We have used CompariMotif  to integrate all the predicted motifs by the three programs, particularly highly similar predictions among the co-expression modules. Specifically, a similarity score for each pair of predicted motifs was calculated as the number of matched positions divided by the length of its maximum align-able positions between the two motifs. Based on this score, we then used MCL v10-201  to cluster all the predicted motifs into groups, each of which has a similarity score above a predetermined threshold (the granularity parameter of MCL set at 4). We then aligned the motifs within each group (or cluster) using MAFFT v6.603b , and calculated a consensus sequence from the gapless multiple-sequence alignment of the motifs using the cons program of EMBOSS v6.2.0  and used such consensus sequence as the representative of each motif group.
To annotate the function of such motifs, we have compared the resulting motifs from the above analysis with the known motifs in the two plant motif databases: AGRIS  and PLACE  by using CompariMotif.
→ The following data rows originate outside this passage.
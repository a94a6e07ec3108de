// Role × action matrix: every route handler and server action of the foundation, for each demo
// role, allowed or denied as lib/auth/permissions.ts designs it. Runs on the real test database.
import { beforeAll, describe, expect, it } from "vitest";
import * as memberRoute from "@/app/api/v1/members/[userId]/route";
import * as membersRoute from "@/app/api/v1/members/route";
import * as meRoute from "@/app/api/v1/me/route";
import * as projectRoute from "@/app/api/v1/projects/[projectId]/route";
import * as projectRoomsRoute from "@/app/api/v1/projects/[projectId]/rooms/route";
import * as projectsRoute from "@/app/api/v1/projects/route";
import * as roomRoute from "@/app/api/v1/rooms/[roomId]/route";
import * as openapiRoute from "@/app/api/v1/openapi.json/route";
import { setUnitSystemAction } from "@/app/(app)/actions";
import { inviteMemberAction, updateMemberAction } from "@/app/(app)/members/actions";
import { createProjectAction, createRoomAction, deleteProjectAction, deleteRoomAction, updateProjectAction, updateRoomAction } from "@/app/(app)/projects/actions";
import { actAs, callRoute, runAction, userIdOf, type DemoWho } from "../support/act-as";
import { resetTables, testDb } from "./support/db";

const WHO: DemoWho[] = ["owner", "engineer", "builder", "client", "client2", "anonymous"];

let hollis: string; // client's project, builder assigned
let vale: string; // client2's project, no builder
let hollisRoom: string;

async function projectId(name: string) {
  return (await testDb().selectFrom("projects").select("id").where("name", "=", name).executeTakeFirstOrThrow()).id;
}
async function version(table: "projects" | "rooms", id: string) {
  return (await testDb().selectFrom(table).select("version").where("id", "=", id).executeTakeFirstOrThrow()).version;
}
async function throwawayProject() {
  const owner = await userIdOf("owner");
  const firm = await testDb().selectFrom("users").select("firm_id").where("id", "=", owner).executeTakeFirstOrThrow();
  return (await testDb().insertInto("projects").values({ firm_id: firm.firm_id, name: "Throwaway", client_name: "Nobody" }).returning("id").executeTakeFirstOrThrow()).id;
}
async function throwawayRoom(project: string) {
  return (await testDb().insertInto("rooms").values({ project_id: project, name: "Spare", length_m: 3, width_m: 3, height_m: 2.4 }).returning("id").executeTakeFirstOrThrow()).id;
}

beforeAll(async () => {
  await resetTables();
  hollis = await projectId("Hollis media room");
  vale = await projectId("Vale home studio");
  hollisRoom = (await testDb().selectFrom("rooms").select("id").where("project_id", "=", hollis).executeTakeFirstOrThrow()).id;
});

const room = { name: "Matrix room", lengthM: 4, widthM: 3, heightM: 2.5 };

// Expected HTTP status per role for each route handler call (anonymous is always 401).
type Row = { name: string; expect: Record<Exclude<DemoWho, "anonymous">, number>; call: () => Promise<{ status: number }> };

const rows: Row[] = [
  { name: "GET /me", expect: { owner: 200, engineer: 200, builder: 200, client: 200, client2: 200 }, call: () => callRoute(meRoute.GET) },
  { name: "GET /projects", expect: { owner: 200, engineer: 200, builder: 200, client: 200, client2: 200 }, call: () => callRoute(projectsRoute.GET) },
  { name: "POST /projects", expect: { owner: 201, engineer: 201, builder: 403, client: 403, client2: 403 }, call: () => callRoute(projectsRoute.POST, { body: { name: "New", clientName: "Someone" } }) },
  { name: "GET /projects/:hollis", expect: { owner: 200, engineer: 200, builder: 200, client: 200, client2: 404 }, call: () => callRoute(projectRoute.GET, { params: { projectId: hollis } }) },
  { name: "GET /projects/:vale", expect: { owner: 200, engineer: 200, builder: 404, client: 404, client2: 200 }, call: () => callRoute(projectRoute.GET, { params: { projectId: vale } }) },
  {
    name: "PATCH /projects/:hollis",
    expect: { owner: 200, engineer: 200, builder: 403, client: 403, client2: 404 },
    call: async () => callRoute(projectRoute.PATCH, { method: "PATCH", params: { projectId: hollis }, body: { notes: "matrix", version: await version("projects", hollis) } }),
  },
  {
    name: "DELETE /projects/:id",
    expect: { owner: 204, engineer: 204, builder: 404, client: 404, client2: 404 },
    call: async () => callRoute(projectRoute.DELETE, { method: "DELETE", params: { projectId: await throwawayProject() } }),
  },
  { name: "GET /projects/:hollis/rooms", expect: { owner: 200, engineer: 200, builder: 200, client: 200, client2: 404 }, call: () => callRoute(projectRoomsRoute.GET, { params: { projectId: hollis } }) },
  { name: "POST /projects/:hollis/rooms", expect: { owner: 201, engineer: 201, builder: 403, client: 403, client2: 404 }, call: () => callRoute(projectRoomsRoute.POST, { params: { projectId: hollis }, body: room }) },
  { name: "GET /rooms/:hollisRoom", expect: { owner: 200, engineer: 200, builder: 200, client: 200, client2: 404 }, call: () => callRoute(roomRoute.GET, { params: { roomId: hollisRoom } }) },
  {
    name: "PATCH /rooms/:hollisRoom",
    expect: { owner: 200, engineer: 200, builder: 403, client: 403, client2: 404 },
    call: async () => callRoute(roomRoute.PATCH, { method: "PATCH", params: { roomId: hollisRoom }, body: { notes: "matrix", version: await version("rooms", hollisRoom) } }),
  },
  {
    name: "DELETE /rooms/:id",
    expect: { owner: 204, engineer: 204, builder: 403, client: 403, client2: 404 },
    call: async () => callRoute(roomRoute.DELETE, { method: "DELETE", params: { roomId: await throwawayRoom(hollis) } }),
  },
  { name: "GET /members", expect: { owner: 200, engineer: 200, builder: 403, client: 403, client2: 403 }, call: () => callRoute(membersRoute.GET) },
  {
    name: "POST /members",
    expect: { owner: 201, engineer: 403, builder: 403, client: 403, client2: 403 },
    call: () => callRoute(membersRoute.POST, { body: { email: `new-${Math.random().toString(36).slice(2)}@invented.example`, name: "New Person", role: "builder" } }),
  },
  {
    name: "PATCH /members/:builder",
    expect: { owner: 200, engineer: 403, builder: 403, client: 403, client2: 403 },
    call: async () => callRoute(memberRoute.PATCH, { method: "PATCH", params: { userId: await userIdOf("builder") }, body: { role: "builder" } }),
  },
];

describe("route handlers × roles", () => {
  for (const row of rows) {
    for (const who of WHO) {
      const expected = who === "anonymous" ? 401 : row.expect[who];
      it(`${row.name} as ${who} → ${expected}`, async () => {
        await actAs(who);
        const res = await row.call();
        expect(res.status).toBe(expected);
      });
    }
  }

  it("GET /openapi.json is public", async () => {
    await actAs("anonymous");
    const res = await openapiRoute.GET();
    expect(res.status).toBe(200);
  });

  it("GET /projects lists only what each role may see", async () => {
    const names = async (who: DemoWho) => {
      await actAs(who);
      const res = await callRoute(projectsRoute.GET);
      return (res as { json: { projects: { name: string }[] } }).json.projects.map((p) => p.name).sort();
    };
    expect(await names("builder")).toEqual(["Hollis media room"]);
    expect(await names("client")).toEqual(["Hollis media room"]);
    expect(await names("client2")).toEqual(["Vale home studio"]);
    expect((await names("engineer")).length).toBeGreaterThanOrEqual(2);
  });

  it("a malformed id is a 404, not a database error", async () => {
    await actAs("owner");
    expect((await callRoute(projectRoute.GET, { params: { projectId: "not-a-uuid" } })).status).toBe(404);
    expect((await callRoute(roomRoute.GET, { params: { roomId: "%FF" } })).status).toBe(404);
  });
});

// Server actions: { ok } or the error code they return; anonymous callers are sent to /sign-in.
type ActionRow = { name: string; allowed: DemoWho[]; denied: Partial<Record<DemoWho, string>>; call: () => Promise<unknown> };

const actionRows: ActionRow[] = [
  { name: "createProjectAction", allowed: ["owner", "engineer"], denied: { builder: "forbidden", client: "forbidden", client2: "forbidden" }, call: () => createProjectAction({ name: "Via action", clientName: "Someone" }) },
  {
    name: "updateProjectAction(hollis)",
    allowed: ["owner", "engineer"],
    denied: { builder: "forbidden", client: "forbidden", client2: "not_found" },
    call: async () => updateProjectAction(hollis, { notes: "via action", version: await version("projects", hollis) }),
  },
  { name: "deleteProjectAction", allowed: ["owner", "engineer"], denied: { builder: "not_found", client: "not_found", client2: "not_found" }, call: async () => deleteProjectAction(await throwawayProject()) },
  { name: "createRoomAction(hollis)", allowed: ["owner", "engineer"], denied: { builder: "forbidden", client: "forbidden", client2: "not_found" }, call: () => createRoomAction(hollis, room) },
  {
    name: "updateRoomAction(hollisRoom)",
    allowed: ["owner", "engineer"],
    denied: { builder: "forbidden", client: "forbidden", client2: "not_found" },
    call: async () => updateRoomAction(hollisRoom, { notes: "via action", version: await version("rooms", hollisRoom) }),
  },
  { name: "deleteRoomAction", allowed: ["owner", "engineer"], denied: { builder: "forbidden", client: "forbidden", client2: "not_found" }, call: async () => deleteRoomAction(await throwawayRoom(hollis), hollis) },
  {
    name: "inviteMemberAction",
    allowed: ["owner"],
    denied: { engineer: "forbidden", builder: "forbidden", client: "forbidden", client2: "forbidden" },
    call: () => inviteMemberAction({ email: `act-${Math.random().toString(36).slice(2)}@invented.example`, name: "Invited", role: "engineer" }),
  },
  {
    name: "updateMemberAction(builder)",
    allowed: ["owner"],
    denied: { engineer: "forbidden", builder: "forbidden", client: "forbidden", client2: "forbidden" },
    call: async () => updateMemberAction(await userIdOf("builder"), { role: "builder" }),
  },
];

describe("server actions × roles", () => {
  for (const row of actionRows) {
    for (const who of WHO) {
      const allowed = row.allowed.includes(who);
      const label = who === "anonymous" ? "redirect to /sign-in" : allowed ? "ok" : row.denied[who];
      it(`${row.name} as ${who} → ${label}`, async () => {
        await actAs(who);
        const result = (await runAction(row.call)) as { ok?: boolean; code?: string; redirect?: string };
        if (who === "anonymous") expect(result.redirect).toBe("/sign-in");
        else if (allowed) expect(result.ok).toBe(true);
        else {
          expect(result.ok).toBe(false);
          expect(result.code).toBe(row.denied[who]);
        }
      });
    }
  }

  it("setUnitSystemAction changes only the caller's own preference", async () => {
    await actAs("client");
    await setUnitSystemAction("metric");
    const rows = await testDb().selectFrom("users").select(["email", "unit_system"]).execute();
    const client = rows.find((r) => r.email === "client@larchmere.example");
    expect(client?.unit_system).toBe("metric");
    expect(rows.find((r) => r.email === "client2@larchmere.example")?.unit_system).toBe("imperial");
  });
});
For motifs in the two databases, we also performed an integration of the best representative from each cluster as done above. For each pair of compared motifs, if their similarity score is > 4 and the percentage of their matched positions >80%, they were considered as essentially the same motif.
To assess the statistical significance of a predicted consensus motif, we have compared the numbers of the known motifs in AGRIS and PLACE matched by the predicted motifs using two different methods, which are separately based on co-expression genes and groups of arbitrarily selected genes from the whole genome of Arabidopsis. Specifically, we created 1,000 arbitrary gene groups with the same size as the average size of all the co-expression modules under consideration. For each such gene group, we predicted motifs using the above procedure (WeederTFBS only). To be consistent, we did motif prediction for the co-expressed genes using WeederTFBS only for this comparison purpose. Our null hypothesis is that the proportion of the known motifs matching the predicted motifs among the co-expressed genes is the same for that of the arbitrarily selected genes. A Chi-square test was employed to test this hypothesis . Based on the Chi-square test p-value on the given datasets, the hypothesis can be rejected or accepted.